IBPSA-USA New York Regional Chapter presents:
Innovative Ways to Visualize Building Performance Data
Location: Arup, 77 Water Street, 4th Floor, New York 10005
Date & Time: Tuesday, September 17, 2013 - 6:00-8:00 PM.
6:00-6:30 PM Networking
6:30-7:00 PM Dhour - Grasshopper Based Visualization Toolkit
Kyle Steinfeld, Assistant Professor, Department of Architecture, University of California, Berkeley
(Presenting remotely)
7:00-7:15 PM Q & A
7:15-7:45 PM Visualizing Building Performance Data
Neil Katz, Associate, Skidmore, Owings and Merrill, Chicago
7:45-8:00 PM Q & A
Click here to register: https://attendee.gotowebinar.com/register/1183560848572137728
Descriptions
Presentation 1
Title: Dhour - Grasshopper Based Visualization Toolkit
Kyle Steinfeld, Assistant Professor, Department of Architecture, University of California, Berkeley
This presentation will detail a new prototyping visualization toolkit called "Dhour", developed for the Grasshopper visual programming environment, which enables the situational development of information graphics. By enabling more nuanced and customizable views of complex data, the software described here offers designers an exploratory framework in contrast to the highly directed tools currently available.
About the Speaker: Kyle Steinfeld is an Assistant Professor specializing in digital design technologies in the Department of Architecture at University of California Berkeley, where he teaches undergraduate and graduate design studios, core courses in architectural representation, and advanced seminars in digital modeling and visualization. Professionally, he has worked with and consulted for a number of design firms, including Skidmore Owings and Merrill, Acconci Studio, Kohn Pedersen Fox Associates, Howler/Yoon, Diller Scofidio Renfro, and TEN Arquitectos. His research interests include collaborative design technology platforms and bioclimatic design visualization, and he holds a Masters of Architecture from MIT and a Bachelor's Degree in Design from the University of Florida.
Presentation 2
Title: Visualizing Building Performance Data
Neil Katz, Associate, Skidmore, Owings and Merrill, Chicago
Visualizing analysis results can be as important as generating the analysis itself. This information should be presented in a way that non-engineers - a client, a designer - can understand, and (even more importantly) can be used as part of the design process to improve and optimize a design; ie. can be used as a decision-making tool. This is particularly true during the early design phases of a project.

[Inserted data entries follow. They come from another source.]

def synthetic_cast(rng, n):
    """One invented CTD cast: a short soak, then a downcast with ship heave and noise.

    Returns pressure (dbar), temperature (degC) and practical salinity, ``n`` samples each.
    The water column is a mixed layer over a thermocline and a slow deep decay; shapes and
    noise levels are plausible, not taken from any measurement.
    """
    n_soak = n // 25
    bottom = rng.uniform(300.0, 2000.0)
    soak = rng.uniform(4.0, 8.0) + rng.normal(0.0, 0.3, n_soak)
    down = np.linspace(0.5, bottom, n - n_soak)
    heave = 0.4 * np.sin(np.arange(n - n_soak) * 2 * np.pi / rng.uniform(150, 250))
    pressure = np.concatenate([soak, down + heave + rng.normal(0.0, 0.02, n - n_soak)])
    pressure = np.maximum(pressure, 0.05)
    mixed = rng.uniform(10.0, 80.0)
    t_surface, t_deep = rng.uniform(12.0, 26.0), rng.uniform(2.0, 5.0)
    t_thermo = rng.uniform(6.0, 10.0)
    z = pressure
    temperature = (
        t_deep
        + (t_thermo - t_deep) * np.exp(-z / 800.0)
        + (t_surface - t_thermo) * 0.5 * (1 - np.tanh((z - mixed) / 15.0))
    )
    temperature += rng.normal(0.0, 0.002, n)
    s_surface = rng.uniform(34.0, 36.5)
    salinity = 34.9 + (s_surface - 34.9) * np.exp(-z / 400.0) + rng.normal(0.0, 0.002, n)
    return pressure, temperature, salinity


def write_casts(directory, count, samples, seed):
    """Write ``count`` synthetic cast files; returns their paths and metadata line count."""
    rng = np.random.default_rng(seed)
    paths = []
    n_meta = 0
    for k in range(count):
        p, t, s = synthetic_cast(rng, samples)
        lat, lon = rng.uniform(-60, 60), rng.uniform(-170, 170)
        day = np.datetime64("2031-03-01T00:00") + np.timedelta64(int(k * 173), "m")
        meta = [
            "note: SYNTHETIC benchmark cast; invented survey, not a real measurement",
            f"cast_name: BENCH-{k:04d}",
            "vessel: SV Quillon Drift (invented)",
            "instrument: ctd",
            f"latitude: {lat:.5f}",
            f"longitude: {lon:.5f}",
            f"time: {np.datetime_as_string(day, unit='s')}Z",
        ]
        n_meta = len(meta)
        path = Path(directory) / f"bench_{k:04d}.csv"
        np.savetxt(
            path,
            np.column_stack([p, t, s]),
            fmt=("%.2f", "%.4f", "%.4f"),
            delimiter=",",
            header="\n".join(f"# {m}" for m in meta)
            + "\npressure [dbar],temperature [degC],salinity",
            comments="",
        )
        paths.append(path)
    return paths, n_meta


# --- timing ------------------------------------------------------------------------------


def _clock():
    """(wall, cpu) seconds: perf_counter and this process's CPU time (user + system)."""
    return time.perf_counter(), time.process_time()


def run_chain(paths, out_dir, n_meta):
    """Time each stage of each cast and the baseline on the same file, cast after cast.

    Returns ``{stage: (wall, cpu)}`` with arrays of seconds per cast, the profile bins and
    the number of warnings. Interleaving the baseline keeps both under the same load.
    """
    names = STAGES + ("baseline_loadtxt", "baseline_netcdf_write", "baseline_netcdf3_write")
    wall = {s: np.zeros(len(paths)) for s in names}
    cpu = {s: np.zeros(len(paths)) for s in names}
    bins = 0
    with warnings.catch_warnings(record=True) as caught:
        warnings.simplefilter("always")
        for k, path in enumerate(paths):
            marks = [_clock()]
            cast = read_cast(path)
            marks.append(_clock())
            profile = build_profile(cast)
            marks.append(_clock())
            describe(profile)
            marks.append(_clock())
            write(profile, out_dir / f"{path.stem}.nc", "netcdf", overwrite=True)
            marks.append(_clock())
            write(profile, out_dir / f"{path.stem}.nc4", "netcdf4", overwrite=True)
            marks.append(_clock())
            write(profile, out_dir / f"{path.stem}.csv", "csv", overwrite=True)
            marks.append(_clock())
            data = np.loadtxt(path, delimiter=",", skiprows=n_meta + 1)
            marks.append(_clock())
            _floor_write(data, out_dir / f"{path.stem}_floor.nc")
            marks.append(_clock())
            _floor_write_classic(data, out_dir / f"{path.stem}_floor3.nc")
            marks.append(_clock())
            for i, stage in enumerate(names):
                wall[stage][k] = marks[i + 1][0] - marks[i][0]
                cpu[stage][k] = marks[i + 1][1] - marks[i][1]
            bins += profile.sizes["depth"]
    return {s: (wall[s], cpu[s]) for s in names}, bins, len(caught)


def _dask_batch(paths, tmp, serial):
    """(elapsed s of the batch, elapsed s to start the cluster, results) on 2 workers."""
    from dask.distributed import LocalCluster

    start = time.perf_counter()
    with (
        warnings.catch_warnings(),
        LocalCluster(
            n_workers=WORKERS,
            threads_per_worker=1,
            processes=True,
            host="127.0.0.1",
            dashboard_address=None,
        ) as cluster,
    ):
        warnings.simplefilter("ignore")
        address = cluster.scheduler_address
        build_files(paths[:4], out_dir=tmp / "dask_warm", format="netcdf", scheduler=address)
        started = time.perf_counter() - start
        begin = time.perf_counter()
        parallel = build_files(  # as `seaprofile build` does: no raw casts sent back
            paths, out_dir=tmp / "batch_dask", format="netcdf", scheduler=address, keep_casts=False
        )
        elapsed = time.perf_counter() - begin
    for r, q in zip(serial, parallel):
        for name in r.profile.data_vars:
            assert np.array_equal(r.profile[name].values, q.profile[name].values, equal_nan=True), (
                name
            )
    return elapsed, started, parallel


def _floor_write(data, path):
    """The baseline write: the three columns, plain netCDF4, units only."""
    with netCDF4.Dataset(path, "w", format="NETCDF4") as nc:
        nc.createDimension("sample", data.shape[0])
        for j, (name, units) in enumerate(COLUMNS):
            v = nc.createVariable(name, "f8", ("sample",))
            v.units = units
            v[:] = data[:, j]


def _floor_write_classic(data, path):
    """The three columns written plainly as classic netCDF-3 (64-bit offset) by scipy."""
    with netcdf_file(path, "w", version=2) as nc:
        nc.createDimension("sample", data.shape[0])
        for j, (name, units) in enumerate(COLUMNS):
            v = nc.createVariable(name, "f8", ("sample",))
            v.units = units
            v[:] = data[:, j]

This presentation highlights examples of visualizing energy and lighting analysis results, through color-coded graphs, mapping results onto visually-identifiable building models, and even animating the results through time. One project will be presented as a case study, and additional visualization examples will be shown as well.

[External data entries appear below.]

// bestOverAllSets is the best total (setTotal) over every set of
// candidates; +Inf when none is feasible. For a handful of candidates.
func bestOverAllSets(t *testing.T, n *flow.Network, cs []flow.Candidate) float64 {
	t.Helper()
	best := math.Inf(1)
	for mask := 0; mask < 1<<len(cs); mask++ {
		var set []int
		for k := range cs {
			if mask&(1<<k) != 0 {
				set = append(set, k)
			}
		}
		best = math.Min(best, setTotal(t, n, cs, set))
	}
	return best
}

// TestExtendBoundCirculation: the lower bound of the linear relaxation
// must stay at or below the best total when the most a candidate can carry
// is more than the total supply: lane minimums that force units round a
// cycle through the candidate (found by the long run of
// TestExtendAgainstBruteForce, LANECERT_LONGRUN=10 LANECERT_LONGRUN_SEED=1,
// case 49, where the bound came out above the answer), and a negative rate
// that makes a cycle through it pay up to the capacity of the other lanes.
// The best total over every set of candidates comes from gonum's LP simplex
// (internal/oracle).
func TestExtendBoundCirculation(t *testing.T) {
	const no = flow.NoLimit
	for _, c := range []struct {
		name         string
		n            *flow.Network
		cs           []flow.Candidate
		beyondSupply int // a candidate whose best plan carries more than the supply
	}{
		{
			name: "minimums",
			n: &flow.Network{
				Nodes: []string{"a", "b", "c"}, Supply: []int64{-23, 5, 18},
				Tail:      []flow.NodeID{2, 2, 0, 2, 0, 1, 0, 0},
				Head:      []flow.NodeID{0, 1, 1, 0, 2, 0, 1, 2},
				Rate:      []int64{961, 9700, 0, 9446, 5500, 0, 5107, 2500},
				Lower:     []int64{0, 0, 20, 3, 31, 30, 1, 24},
				Upper:     []int64{no, no, no, no, no, 70, 24, 104},
				QtyPlaces: 1, RatePlaces: 2,
			},
			cs: []flow.Candidate{
				{ID: "c0", Tail: 0, Head: 0, Rate: 184, Upper: 182, Fixed: 649, Same: -1},
				{ID: "c1", Tail: 2, Head: 0, Rate: 47, Upper: 1, Fixed: 553, Same: -1},
				{ID: "c2", Tail: 1, Head: 1, Rate: 152, Upper: no, Fixed: 739, Same: -1},
				{ID: "c3", Tail: 2, Head: 0, Rate: 185, Upper: 151, Fixed: 686, Same: -1},
			},
			beyondSupply: 3,
		},
		{
			name: "negative rate",
			n: &flow.Network{
				Nodes: []string{"a", "b"}, Supply: []int64{1, -1},
				Tail: []flow.NodeID{0}, Head: []flow.NodeID{1},
				Rate: []int64{10}, Lower: []int64{0}, Upper: []int64{100},
			},
			cs:           []flow.Candidate{{ID: "back", Tail: 1, Head: 0, Rate: -20, Upper: no, Fixed: 500, Same: -1}},
			beyondSupply: 0,
		},
	} {
		t.Run(c.name, func(t *testing.T) {
			x, err := dual.Extend(c.n, c.cs, dual.ExtendOptions{})
			if err != nil {
				t.Fatal(err)
			}
			if !x.Feasible || !x.HasBound {
				t.Fatalf("feasible %v, bound %v", x.Feasible, x.HasBound)
			}
			var supply int64
			for _, b := range c.n.Supply {
				supply += max(b, 0)
			}
			moved := false
			for i, k := range x.Chosen {
				moved = moved || (k == c.beyondSupply && x.Flows[i] > supply)
			}
			if !moved {
				t.Fatalf("the case no longer moves more than the supply (%d) on candidate %d: chosen %v, flows %v", supply, c.beyondSupply, x.Chosen, x.Flows)
			}
			if x.Bound.Cmp(x.Cost) > 0 {
				t.Fatalf("lower bound %s above the answer %s", c.n.FormatCost(x.Bound), c.n.FormatCost(x.Cost))
			}
			scale := math.Pow10(c.n.QtyPlaces + c.n.RatePlaces)
			best := bestOverAllSets(t, c.n, c.cs)
			if bound := float64(x.Bound.Big().Int64()) / scale; bound > best+1e-9*math.Max(1, math.Abs(best)) {
				t.Fatalf("lower bound %v above the best total %v", bound, best)
			}
			if got := float64(x.Cost.Big().Int64()) / scale; math.Abs(got-best) > 1e-9*math.Max(1, math.Abs(best)) {
				t.Fatalf("answer %v, best total %v", got, best)
			}
		})
	}
}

About the Speaker: Neil Katz is an architect with Skidmore, Owings & Merrill. His area of expertise is ?computational design?, which includes parametric and algorithmic design and modeling, building information modeling, and various kinds of analysis. While computational tools (computers and applications) are intensely used and developed, ?computational design? is more an approach to design than these tools.

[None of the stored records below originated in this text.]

package oracle_test

import (
	"fmt"

	"lanecert/flow"
	"lanecert/internal/oracle"
)

// The example network of the lp_solve 5.5 reference guide, "DIMACS minimum
// cost flow problems": 4 units from node 1 to node 4, optimum 14.
func ExampleMinCost() {
	n := &flow.Network{
		Nodes:  []string{"1", "2", "3", "4"},
		Supply: []int64{4, 0, 0, -4},
		Tail:   []flow.NodeID{0, 0, 1, 1, 2},
		Head:   []flow.NodeID{1, 2, 2, 3, 3},
		Lower:  []int64{0, 0, 0, 0, 0},
		Upper:  []int64{4, 2, 2, 3, 5},
		Rate:   []int64{2, 2, 1, 3, 1},
	}
	r, err := oracle.MinCost(n)
	if err != nil {
		fmt.Println(err)
		return
	}
	fmt.Printf("%v %.0f %v\n", r.Status, r.Cost, oracle.SameCost(flow.WideFrom(14), 0, r))
	// Output: optimal 14 true
}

Geometry and visualization are important aspects of his work, which is primarily immersed in projects as part of the project team, but also includes research which spans many projects (and some research is independent of projects).
Neil has taught parametric modeling and various software applications at the office and at schools of architecture in New York and Chicago (including: NYU, the New York School of Interior Design, Parsons / the New School, IIT, and the School of the Art Institute).